*** DATA PROVIDED ***
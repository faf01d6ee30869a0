package mesh

import (
	"math"

	"gonum.org/v1/gonum/spatial/r3"
)

// Stats summarises a mesh. Lengths are in L0, Area in L0², Volume in L0³.
type Stats struct {
	Vertices, Triangles, Edges int
	// Area is the total surface area; Volume the signed enclosed volume (see
	// Mesh.Volume).
	Area, Volume float64
	// Centroid is the volume centroid for a closed mesh with non-zero volume,
	// otherwise the area centroid of the surface.
	Centroid r3.Vec
	// MinEdge, MeanEdge and MaxEdge are over the distinct (undirected) edges.
	MinEdge, MeanEdge, MaxEdge float64
	// Min and Max are the corners of the axis-aligned bounding box of the
	// vertices.
	Min, Max r3.Vec
}

// Volume returns the signed volume enclosed by m, by the divergence theorem:
//
//	V = (1/6) Σ_t a_t · (b_t × c_t)
//
// over the triangles (a_t, b_t, c_t). It is positive for a closed mesh with
// outward normals and negative when they all point inward; for an open mesh
// it depends on the origin and has no meaning.
func (m *Mesh) Volume() float64 {
	var v float64
	for t := range m.Triangles {
		a, b, c := m.Corners(t)
		v += r3.Dot(a, r3.Cross(b, c))
	}
	return v / 6
}

// EquivalentRadius returns the radius of the ball with the volume of m,
// (3V/4π)^(1/3) (zero for non-positive volume).
func (m *Mesh) EquivalentRadius() float64 {
	v := m.Volume()
	if v <= 0 {
		return 0
	}
	return math.Cbrt(3 * v / (4 * math.Pi))
}

// bounds returns the bounding box of the vertices (zero for an empty mesh).
func (m *Mesh) bounds() (lo, hi r3.Vec) {
	if len(m.Vertices) == 0 {
		return
	}
	lo, hi = m.Vertices[0], m.Vertices[0]
	for _, v := range m.Vertices[1:] {
		lo = r3.Vec{X: math.Min(lo.X, v.X), Y: math.Min(lo.Y, v.Y), Z: math.Min(lo.Z, v.Z)}
		hi = r3.Vec{X: math.Max(hi.X, v.X), Y: math.Max(hi.Y, v.Y), Z: math.Max(hi.Z, v.Z)}
	}
	return lo, hi
}

// diagonal returns the length of the bounding-box diagonal.
func (m *Mesh) diagonal() float64 {
	lo, hi := m.bounds()
	return r3.Norm(r3.Sub(hi, lo))
}

// edgeKey is an undirected edge, lower vertex index first.
type edgeKey struct{ a, b int }

func newEdgeKey(i, j int) edgeKey {
	if i > j {
		i, j = j, i
	}
	return edgeKey{i, j}
}

// Stats returns the counts, sizes and bounding box of m.
func (m *Mesh) Stats() Stats {
	s := Stats{Vertices: len(m.Vertices), Triangles: len(m.Triangles)}
	s.Min, s.Max = m.bounds()
	uses := make(map[edgeKey]int, 3*len(m.Triangles)/2)
	var order []edgeKey // first appearance, so sums do not depend on map order
	var areaCentroid, volCentroid r3.Vec
	for t, tri := range m.Triangles {
		for k := 0; k < 3; k++ {
			e := newEdgeKey(tri[k], tri[(k+1)%3])
			if uses[e] == 0 {
				order = append(order, e)
			}
			uses[e]++
		}
		a, b, c := m.Corners(t)
		area := m.Area(t)
		s.Area += area
		areaCentroid = r3.Add(areaCentroid, r3.Scale(area/3, r3.Add(r3.Add(a, b), c)))
		// The tetrahedron (0, a, b, c) has signed volume a·(b×c)/6 and
		// centroid (a+b+c)/4.
		vol6 := r3.Dot(a, r3.Cross(b, c)) // 6 × signed volume
		s.Volume += vol6
		volCentroid = r3.Add(volCentroid, r3.Scale(vol6/4, r3.Add(r3.Add(a, b), c)))
	}
	s.Volume /= 6
	volCentroid = r3.Scale(1.0/6, volCentroid)
	s.Edges = len(uses)
	closed := len(uses) > 0
	s.MinEdge = math.Inf(1)
	var sum float64
	for _, e := range order {
		if uses[e] != 2 {
			closed = false
		}
		l := r3.Norm(r3.Sub(m.Vertices[e.b], m.Vertices[e.a]))
		sum += l
		s.MinEdge = math.Min(s.MinEdge, l)
		s.MaxEdge = math.Max(s.MaxEdge, l)
	}
	if len(uses) == 0 {
		s.MinEdge = 0
	} else {
		s.MeanEdge = sum / float64(len(uses))
	}
	switch {
	case closed && s.Volume != 0:
		s.Centroid = r3.Scale(1/s.Volume, volCentroid)
	case s.Area > 0:
		s.Centroid = r3.Scale(1/s.Area, areaCentroid)
	}
	return s
}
***
> _PROBLEM STATEMENT_:
Could you show every line of the listing that holds the string "bounds"?

> _SOLVED EXERCISE_:
// bounds returns the bounding box of the vertices (zero for an empty mesh).
func (m *Mesh) bounds() (lo, hi r3.Vec) {
	lo, hi := m.bounds()
	s.Min, s.Max = m.bounds()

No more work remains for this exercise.